Could you output each line of the data that follows exactly?

Input:
= = = = = = =
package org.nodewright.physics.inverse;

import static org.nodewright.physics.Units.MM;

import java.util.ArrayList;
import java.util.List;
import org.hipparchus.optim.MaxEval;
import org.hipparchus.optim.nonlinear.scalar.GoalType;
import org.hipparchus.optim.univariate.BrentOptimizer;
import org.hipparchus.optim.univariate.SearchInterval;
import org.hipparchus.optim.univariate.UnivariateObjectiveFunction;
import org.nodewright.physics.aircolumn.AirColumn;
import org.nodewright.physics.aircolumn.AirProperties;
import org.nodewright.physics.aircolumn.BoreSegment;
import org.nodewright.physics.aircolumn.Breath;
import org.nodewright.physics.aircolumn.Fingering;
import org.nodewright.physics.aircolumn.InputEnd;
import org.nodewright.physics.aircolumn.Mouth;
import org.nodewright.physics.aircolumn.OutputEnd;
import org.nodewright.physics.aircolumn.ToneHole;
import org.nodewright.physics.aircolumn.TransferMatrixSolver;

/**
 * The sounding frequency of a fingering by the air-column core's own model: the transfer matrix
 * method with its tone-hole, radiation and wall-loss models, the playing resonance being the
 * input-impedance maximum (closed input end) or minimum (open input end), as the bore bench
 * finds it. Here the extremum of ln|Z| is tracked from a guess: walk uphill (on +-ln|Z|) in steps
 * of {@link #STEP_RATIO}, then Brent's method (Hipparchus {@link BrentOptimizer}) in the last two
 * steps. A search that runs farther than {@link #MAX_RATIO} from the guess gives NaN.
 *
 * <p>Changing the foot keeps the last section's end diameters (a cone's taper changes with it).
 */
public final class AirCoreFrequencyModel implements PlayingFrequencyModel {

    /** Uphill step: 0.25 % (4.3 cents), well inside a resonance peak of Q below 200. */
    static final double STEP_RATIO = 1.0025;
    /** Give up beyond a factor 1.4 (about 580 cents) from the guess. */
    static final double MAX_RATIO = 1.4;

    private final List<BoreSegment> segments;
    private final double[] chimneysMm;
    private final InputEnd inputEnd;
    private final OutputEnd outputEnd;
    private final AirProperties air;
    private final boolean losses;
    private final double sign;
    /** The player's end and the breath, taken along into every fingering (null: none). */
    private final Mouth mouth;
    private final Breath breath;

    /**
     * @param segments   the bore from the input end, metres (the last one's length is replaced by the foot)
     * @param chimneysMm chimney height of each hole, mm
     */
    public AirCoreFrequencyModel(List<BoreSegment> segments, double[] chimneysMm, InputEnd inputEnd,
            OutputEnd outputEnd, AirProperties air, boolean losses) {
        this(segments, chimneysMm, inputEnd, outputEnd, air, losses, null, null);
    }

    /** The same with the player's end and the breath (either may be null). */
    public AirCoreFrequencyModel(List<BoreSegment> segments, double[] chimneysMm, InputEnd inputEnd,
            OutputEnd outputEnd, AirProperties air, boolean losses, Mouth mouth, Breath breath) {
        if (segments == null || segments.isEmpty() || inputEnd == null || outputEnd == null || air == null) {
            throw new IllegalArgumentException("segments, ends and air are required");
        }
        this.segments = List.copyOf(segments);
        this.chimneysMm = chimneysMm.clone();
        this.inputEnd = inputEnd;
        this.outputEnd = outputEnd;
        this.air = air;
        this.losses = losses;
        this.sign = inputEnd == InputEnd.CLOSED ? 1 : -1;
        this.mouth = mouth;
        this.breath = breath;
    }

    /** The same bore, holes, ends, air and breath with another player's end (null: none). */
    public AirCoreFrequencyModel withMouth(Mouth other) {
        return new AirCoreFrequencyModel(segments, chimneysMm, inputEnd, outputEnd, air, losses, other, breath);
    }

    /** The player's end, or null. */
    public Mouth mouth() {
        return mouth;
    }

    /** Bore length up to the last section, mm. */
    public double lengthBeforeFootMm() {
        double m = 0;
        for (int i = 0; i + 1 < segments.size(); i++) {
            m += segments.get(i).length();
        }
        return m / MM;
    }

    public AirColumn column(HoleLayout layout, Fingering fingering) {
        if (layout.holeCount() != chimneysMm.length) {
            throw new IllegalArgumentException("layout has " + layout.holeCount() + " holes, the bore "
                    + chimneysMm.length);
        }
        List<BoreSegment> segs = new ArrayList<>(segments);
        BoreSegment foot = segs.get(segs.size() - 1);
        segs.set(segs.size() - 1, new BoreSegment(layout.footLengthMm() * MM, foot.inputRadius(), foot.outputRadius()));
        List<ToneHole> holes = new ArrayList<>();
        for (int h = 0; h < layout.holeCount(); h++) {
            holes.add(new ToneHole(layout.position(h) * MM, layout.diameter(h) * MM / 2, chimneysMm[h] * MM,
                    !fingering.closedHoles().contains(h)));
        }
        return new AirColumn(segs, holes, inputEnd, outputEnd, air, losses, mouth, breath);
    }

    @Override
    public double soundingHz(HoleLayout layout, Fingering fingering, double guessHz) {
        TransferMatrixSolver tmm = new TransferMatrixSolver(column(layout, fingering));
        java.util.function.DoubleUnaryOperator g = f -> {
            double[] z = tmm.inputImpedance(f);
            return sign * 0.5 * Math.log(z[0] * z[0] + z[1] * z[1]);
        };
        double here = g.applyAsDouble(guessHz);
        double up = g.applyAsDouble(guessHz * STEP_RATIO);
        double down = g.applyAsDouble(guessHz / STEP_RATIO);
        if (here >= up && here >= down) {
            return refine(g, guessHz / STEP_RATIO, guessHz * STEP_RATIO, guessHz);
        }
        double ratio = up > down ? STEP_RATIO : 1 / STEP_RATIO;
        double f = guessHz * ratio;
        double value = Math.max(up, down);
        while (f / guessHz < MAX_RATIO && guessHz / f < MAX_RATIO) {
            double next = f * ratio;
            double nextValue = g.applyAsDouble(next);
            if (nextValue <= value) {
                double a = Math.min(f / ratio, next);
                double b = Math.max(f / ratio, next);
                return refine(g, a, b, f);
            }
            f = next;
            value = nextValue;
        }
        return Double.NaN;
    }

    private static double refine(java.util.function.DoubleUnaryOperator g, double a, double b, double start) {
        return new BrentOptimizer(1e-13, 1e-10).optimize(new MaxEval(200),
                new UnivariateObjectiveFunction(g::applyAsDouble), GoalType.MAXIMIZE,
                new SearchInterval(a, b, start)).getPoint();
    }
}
= = = = = = =
Reply to the task:
package org.nodewright.physics.inverse;

import static org.nodewright.physics.Units.MM;

import java.util.ArrayList;
import java.util.List;
import org.hipparchus.optim.MaxEval;
import org.hipparchus.optim.nonlinear.scalar.GoalType;
import org.hipparchus.optim.univariate.BrentOptimizer;
import org.hipparchus.optim.univariate.SearchInterval;
import org.hipparchus.optim.univariate.UnivariateObjectiveFunction;
import org.nodewright.physics.aircolumn.AirColumn;
import org.nodewright.physics.aircolumn.AirProperties;
import org.nodewright.physics.aircolumn.BoreSegment;
import org.nodewright.physics.aircolumn.Breath;
import org.nodewright.physics.aircolumn.Fingering;
import org.nodewright.physics.aircolumn.InputEnd;
import org.nodewright.physics.aircolumn.Mouth;
import org.nodewright.physics.aircolumn.OutputEnd;
import org.nodewright.physics.aircolumn.ToneHole;
import org.nodewright.physics.aircolumn.TransferMatrixSolver;

/**
 * The sounding frequency of a fingering by the air-column core's own model: the transfer matrix
 * method with its tone-hole, radiation and wall-loss models, the playing resonance being the
 * input-impedance maximum (closed input end) or minimum (open input end), as the bore bench
 * finds it. Here the extremum of ln|Z| is tracked from a guess: walk uphill (on +-ln|Z|) in steps
 * of {@link #STEP_RATIO}, then Brent's method (Hipparchus {@link BrentOptimizer}) in the last two
 * steps. A search that runs farther than {@link #MAX_RATIO} from the guess gives NaN.
 *
 * <p>Changing the foot keeps the last section's end diameters (a cone's taper changes with it).
 */
public final class AirCoreFrequencyModel implements PlayingFrequencyModel {

    /** Uphill step: 0.25 % (4.3 cents), well inside a resonance peak of Q below 200. */
    static final double STEP_RATIO = 1.0025;
    /** Give up beyond a factor 1.4 (about 580 cents) from the guess. */
    static final double MAX_RATIO = 1.4;

    private final List<BoreSegment> segments;
    private final double[] chimneysMm;
    private final InputEnd inputEnd;
    private final OutputEnd outputEnd;
    private final AirProperties air;
    private final boolean losses;
    private final double sign;
    /** The player's end and the breath, taken along into every fingering (null: none). */
    private final Mouth mouth;
    private final Breath breath;

    /**
     * @param segments   the bore from the input end, metres (the last one's length is replaced by the foot)
     * @param chimneysMm chimney height of each hole, mm
     */
    public AirCoreFrequencyModel(List<BoreSegment> segments, double[] chimneysMm, InputEnd inputEnd,
            OutputEnd outputEnd, AirProperties air, boolean losses) {
        this(segments, chimneysMm, inputEnd, outputEnd, air, losses, null, null);
    }

    /** The same with the player's end and the breath (either may be null). */
    public AirCoreFrequencyModel(List<BoreSegment> segments, double[] chimneysMm, InputEnd inputEnd,
            OutputEnd outputEnd, AirProperties air, boolean losses, Mouth mouth, Breath breath) {
        if (segments == null || segments.isEmpty() || inputEnd == null || outputEnd == null || air == null) {
            throw new IllegalArgumentException("segments, ends and air are required");
        }
        this.segments = List.copyOf(segments);
        this.chimneysMm = chimneysMm.clone();
        this.inputEnd = inputEnd;
        this.outputEnd = outputEnd;
        this.air = air;
        this.losses = losses;
        this.sign = inputEnd == InputEnd.CLOSED ? 1 : -1;
        this.mouth = mouth;
        this.breath = breath;
    }

    /** The same bore, holes, ends, air and breath with another player's end (null: none). */
    public AirCoreFrequencyModel withMouth(Mouth other) {
        return new AirCoreFrequencyModel(segments, chimneysMm, inputEnd, outputEnd, air, losses, other, breath);
    }

    /** The player's end, or null. */
    public Mouth mouth() {
        return mouth;
    }

    /** Bore length up to the last section, mm. */
    public double lengthBeforeFootMm() {
        double m = 0;
        for (int i = 0; i + 1 < segments.size(); i++) {
            m += segments.get(i).length();
        }
        return m / MM;
    }

    public AirColumn column(HoleLayout layout, Fingering fingering) {
        if (layout.holeCount() != chimneysMm.length) {
            throw new IllegalArgumentException("layout has " + layout.holeCount() + " holes, the bore "
                    + chimneysMm.length);
        }
        List<BoreSegment> segs = new ArrayList<>(segments);
        BoreSegment foot = segs.get(segs.size() - 1);
        segs.set(segs.size() - 1, new BoreSegment(layout.footLengthMm() * MM, foot.inputRadius(), foot.outputRadius()));
        List<ToneHole> holes = new ArrayList<>();
        for (int h = 0; h < layout.holeCount(); h++) {
            holes.add(new ToneHole(layout.position(h) * MM, layout.diameter(h) * MM / 2, chimneysMm[h] * MM,
                    !fingering.closedHoles().contains(h)));
        }
        return new AirColumn(segs, holes, inputEnd, outputEnd, air, losses, mouth, breath);
    }

    @Override
    public double soundingHz(HoleLayout layout, Fingering fingering, double guessHz) {
        TransferMatrixSolver tmm = new TransferMatrixSolver(column(layout, fingering));
        java.util.function.DoubleUnaryOperator g = f -> {
            double[] z = tmm.inputImpedance(f);
            return sign * 0.5 * Math.log(z[0] * z[0] + z[1] * z[1]);
        };
        double here = g.applyAsDouble(guessHz);
        double up = g.applyAsDouble(guessHz * STEP_RATIO);
        double down = g.applyAsDouble(guessHz / STEP_RATIO);
        if (here >= up && here >= down) {
            return refine(g, guessHz / STEP_RATIO, guessHz * STEP_RATIO, guessHz);
        }
        double ratio = up > down ? STEP_RATIO : 1 / STEP_RATIO;
        double f = guessHz * ratio;
        double value = Math.max(up, down);
        while (f / guessHz < MAX_RATIO && guessHz / f < MAX_RATIO) {
            double next = f * ratio;
            double nextValue = g.applyAsDouble(next);
            if (nextValue <= value) {
                double a = Math.min(f / ratio, next);
                double b = Math.max(f / ratio, next);
                return refine(g, a, b, f);
            }
            f = next;
            value = nextValue;
        }
        return Double.NaN;
    }

    private static double refine(java.util.function.DoubleUnaryOperator g, double a, double b, double start) {
        return new BrentOptimizer(1e-13, 1e-10).optimize(new MaxEval(200),
                new UnivariateObjectiveFunction(g::applyAsDouble), GoalType.MAXIMIZE,
                new SearchInterval(a, b, start)).getPoint();
    }
}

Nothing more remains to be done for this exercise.